Mi vida se está moviendo y están empezando nuevas historias: en mi hogar, en el teatro, en el trabajo y en mi vida personal. Yo misma me pregunto si realmente es posible que sea tan fácil. ¿Es posible que un cambio de actitud haga que todo cambie de color de esta manera tan drástica? Mañanas felices, ojos que brillan, energía infinita, humor excelente, eficiencia máxima en el trabajo, un casting perfecto, una historia de amor que comienza... ¿es realmente posible que mi mente tenga tantísimo poder?

Evidentemente, pienso que la base de esta conquista es un trabajo que viene de atrás. Todo el trabajo que he hecho en estos años me ha traído hasta aquí. Es posible que, aunque hubiese sabido que este cambio de mentalidad lo cambiaría todo, no habría podido realizarlo hasta ahora, porque todo ese bagaje es absolutamente necesario para conseguirlo.

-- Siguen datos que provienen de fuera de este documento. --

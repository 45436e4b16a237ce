/**
 * Profile line-finding benchmark (npm run bench:profile), seeded synthetic camera profiles:
 *   1. detection and centroids: 4096-pixel Poisson profiles, SNR 5–200, FWHM 2–8 px, 3–40
 *      lines, a fifth of them placed 1–1.6 FWHM from another (blends). Reports the share of
 *      lines with SNR ≥ 10 found, the share of found lines that match no true line, and the
 *      centroid scatter in units of the photon-noise limit of a least-squares Gaussian fit
 *      (Thompson, Larson & Webb 2002, Biophys. J. 82:2775, eq. 17; from memory).
 *   2. end to end: lamp profiles on a wavelength axis (lines and relative intensities from the
 *      bundled catalog), bright and sharp or faint and blurred, identified from the found lines
 *      and from the same lines typed at their true wavelengths plus noise of the same σ.
 *   3. speed: one 4096-point profile with 40 lines to lines, median of 30 runs.
 * SNR here is a line's peak height over the background noise of one pixel.
 *   --seed N   seed (default 20261202)   --n N   profiles in part 1 (default 200)
 */
import { writeFileSync } from 'node:fs';
import { loadCatalog } from '../src/lines/load.js';
import { findLines } from '../src/reduce/profile/find.js';
import type { ProfileData } from '../src/session/profile/types.js';
import { expectedCounts, poissonProfile, type SyntheticLine } from '../test/helpers/profile.js';
import { mulberry32 } from '../test/helpers/random.js';
import { numberArg } from './args.js';
import { pipelineOf } from './bench-profile-e2e.js';

const args = process.argv.slice(2);
const arg = (name: string, fallback: number) => numberArg(args, name, fallback);
const SEED = arg('--seed', 20261202);
const N = arg('--n', 200);
const rand = mulberry32(SEED);
const uniform = (a: number, b: number) => a + (b - a) * rand();

const BACKGROUND = 100; // counts per pixel: σ of one pixel is 10
const FWHM_PER_SIGMA = 2 * Math.sqrt(2 * Math.LN2);
const n = 4096;
const pixels = Array.from({ length: n }, (_, i) => i);
const asProfile = (y: number[]): ProfileData => ({
  format: 'csv',
  axis: 'pixel',
  x: pixels,
  intensity: y,
  sigma: null,
  medium: null,
  description: 'synthetic',
});

interface Truth extends SyntheticLine {
  snr: number;
  blended: boolean;
}

function drawProfile(): { truth: Truth[]; y: number[]; fwhm: number } {
  const fwhm = uniform(Number(process.env.BENCH_FWHM_MIN ?? 2), Number(process.env.BENCH_FWHM_MAX ?? 8));
  const s = fwhm / FWHM_PER_SIGMA;
  const count = 3 + Math.floor(rand() * 38);
  const truth: Truth[] = [];
  const noise = Math.sqrt(BACKGROUND);
  while (truth.length < count) {
    const snr = Math.exp(uniform(Math.log(5), Math.log(200)));
    const amplitude = snr * noise;
    const photons = amplitude * s * Math.sqrt(2 * Math.PI);
    let centre: number;
    let blended = false;
    if (truth.length > 0 && rand() < 0.2) {
      const other = truth[Math.floor(rand() * truth.length)]!;
      centre = other.centre_px + (rand() < 0.5 ? -1 : 1) * uniform(1, 1.6) * fwhm;
      blended = true;
      other.blended = true;
    } else centre = uniform(20, n - 20);
    if (centre < 20 || centre > n - 20) continue;
    // Keep lines that are not meant as blends at least 3 FWHM from all others.
    if (!blended && truth.some((t) => Math.abs(t.centre_px - centre) < 3 * fwhm)) continue;
    if (blended && truth.some((t) => Math.abs(t.centre_px - centre) < 0.99 * fwhm)) continue;
    truth.push({ centre_px: centre, photons, sigma_px: s, snr, blended });
  }
  const y = poissonProfile(expectedCounts(n, truth, BACKGROUND), Math.floor(rand() * 2 ** 31));
  return { truth, y, fwhm };
}

function partDetection(): void {
  let strong = 0;
  let strongFound = 0;
  let blendStrong = 0;
  let blendFound = 0;
  let found = 0;
  let spurious = 0;
  let split = 0;
  const ratios: number[] = [];
  /** Per SNR band: error / full limit, error / photon term alone, error / reported σ. */
  const bands = [10, 30, 100, 1e9].slice(0, -1).map((lo, b, all) => ({
    lo,
    hi: all[b + 1] ?? 1e9,
    full: [] as number[],
    photon: [] as number[],
    pull: [] as number[],
  }));
  for (let k = 0; k < N; k++) {
    const { truth, y, fwhm } = drawProfile();
    if (process.env.BENCH_DUMP === String(k))
      writeFileSync('/tmp/bench-profile.json', JSON.stringify({ truth, y, fwhm }));
    const lines = findLines(asProfile(y), { kind: 'emission', threshold_sigma: 5, add: [], drop: [] }).lines;
    found += lines.length;
    // One-to-one matching, nearest first, within half a FWHM.
    const pairs: [number, number, number][] = [];
    for (const [i, t] of truth.entries())
      for (const [j, l] of lines.entries()) {
        const d = Math.abs(l.centre - t.centre_px);
        if (d < 0.5 * fwhm) pairs.push([d, i, j]);
      }
    pairs.sort((a, b) => a[0] - b[0]);
    const usedT = new Set<number>();
    const usedL = new Set<number>();
    for (const [, i, j] of pairs) {
      if (usedT.has(i) || usedL.has(j)) continue;
      usedT.add(i);
      usedL.add(j);
      const t = truth[i]!;
      if (t.snr >= 10 && !t.blended) {
        const s2 = t.sigma_px ** 2;
        const limit = Math.sqrt(
          (s2 + 1 / 12) / t.photons + (8 * Math.PI * s2 * s2 * BACKGROUND) / t.photons ** 2,
        );
        const err = lines[j]!.centre - t.centre_px;
        ratios.push(err / limit);
        const band = bands.find((b) => t.snr >= b.lo && t.snr < b.hi);
        band?.full.push(err / limit);
        band?.photon.push(err / Math.sqrt((s2 + 1 / 12) / t.photons));
        band?.pull.push(err / lines[j]!.centre_sigma);
      }
    }
    truth.forEach((t, i) => {
      if (t.snr < 10) return;
      strong++;
      if (usedT.has(i)) strongFound++;
      else if (process.env.BENCH_MISSES) {
        const other = truth
          .filter((o) => o !== t)
          .reduce((a, o) =>
            Math.abs(o.centre_px - t.centre_px) < Math.abs(a.centre_px - t.centre_px) ? o : a,
          );
        process.stderr.write(
          `miss k ${k} c ${t.centre_px.toFixed(1)} snr ${t.snr.toFixed(0)} fwhm ${fwhm.toFixed(1)} blended ${t.blended} sep/fwhm ${(Math.abs(other.centre_px - t.centre_px) / fwhm).toFixed(2)} other ${other.snr.toFixed(0)}\n`,
        );
      }
      if (t.blended) {
        blendStrong++;
        if (usedT.has(i)) blendFound++;
      }
    });
    // A found line that matches no true line: far from all of them (noise), or beside one (a split).
    lines.forEach((l, j) => {
      if (usedL.has(j)) return;
      if (truth.some((t) => Math.abs(t.centre_px - l.centre) < fwhm)) split++;
      else spurious++;
    });
  }
  const rmsOf = (v: readonly number[]) => Math.sqrt(v.reduce((s, r) => s + r * r, 0) / Math.max(1, v.length));
  const rms = rmsOf(ratios);
  /** 1.4826 × median |x|: the scatter without the few fits that went astray. */
  const robust = (v: readonly number[]) =>
    1.4826 * ([...v].map(Math.abs).sort((a, b) => a - b)[Math.floor(v.length / 2)] ?? 0);
  const pct = (a: number, b: number) => `${((100 * a) / Math.max(1, b)).toFixed(1)} %`;
  process.stdout.write(`Detection (${N} profiles of ${n} px, seed ${SEED})\n`);
  process.stdout.write(
    `  lines with SNR ≥ 10 found: ${strongFound}/${strong} = ${pct(strongFound, strong)} (target ≥ 98 %)\n`,
  );
  process.stdout.write(
    `    of them in blends (1–1.6 FWHM apart): ${blendFound}/${blendStrong} = ${pct(blendFound, blendStrong)}\n`,
  );
  process.stdout.write(
    `  false lines: ${spurious + split}/${found} = ${pct(spurious + split, found)} (target ≤ 2 %): ${spurious} far from any true line, ${split} beside one (a line split in two)\n`,
  );
  process.stdout.write(
    `  centroid scatter / photon-noise limit (isolated, SNR ≥ 10, ${ratios.length} lines): ${rms.toFixed(2)} (target ≤ 1.5)\n`,
  );
  // Thompson et al.'s background term is an approximation that overstates the error where it
  // dominates (faint lines); the photon term alone, √((σ² + a²/12)/N), is a floor no fit beats.
  for (const b of bands.filter((x) => x.lo < 200))
    process.stdout.write(
      `    SNR ${b.lo}–${b.hi >= 1e9 ? '200' : b.hi} (${b.full.length} lines): scatter / limit ${rmsOf(b.full).toFixed(2)}, / photon term alone ${rmsOf(b.photon).toFixed(2)}; scatter / reported σ ${rmsOf(b.pull).toFixed(2)} (robust ${robust(b.pull).toFixed(2)})\n`,
    );
}

function partSpeed(): void {
  let profile: number[] = [];
  let truth: Truth[] = [];
  while (truth.length < 40) ({ truth, y: profile } = drawProfile());
  const data = asProfile(profile);
  const times: number[] = [];
  for (let k = 0; k < 35; k++) {
    const t0 = performance.now();
    findLines(data, { kind: 'emission', threshold_sigma: 5, add: [], drop: [] });
    if (k >= 5) times.push(performance.now() - t0);
  }
  times.sort((a, b) => a - b);
  process.stdout.write(
    `Speed: ${n}-point profile with ${truth.length} lines → lines in ${times[Math.floor(times.length / 2)]!.toFixed(1)} ms (median of 30; slowest ${times.at(-1)!.toFixed(1)} ms; target ≤ 50 ms)\n`,
  );
}

const loaded = loadCatalog();
if (!loaded.ok) throw new Error('catalog has problems');
partDetection();
pipelineOf(loaded.value, SEED, process.stdout);
partSpeed();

En cualquier caso, en estos momentos no tengo ni idea de a dónde me llevarán todos mis nuevos caminos. Pero por primera vez (y quizás éste es otro de los secretos de esta magia) no me importa en absoluto. Sólo sé que hace unos días me desperté sintiendo una felicidad que hacía mucho que no experimentaba y, por primera vez en mi vida, comprendí de verdad - no a nivel cerebral, sino desde lo más profundo de mi ser - que eso es lo único que importa. Esta felicidad, este momento, la realidad de este presente.

Soy consciente de que mi trabajo puede empeorar mañana, mi papel en la obra de teatro puede no ser lo que esperaba y mi historia de amor puede evaporarse y desaparecer como el humo de una vela que se apaga. Y lo único que se me ocurre es preguntar: ¿y qué?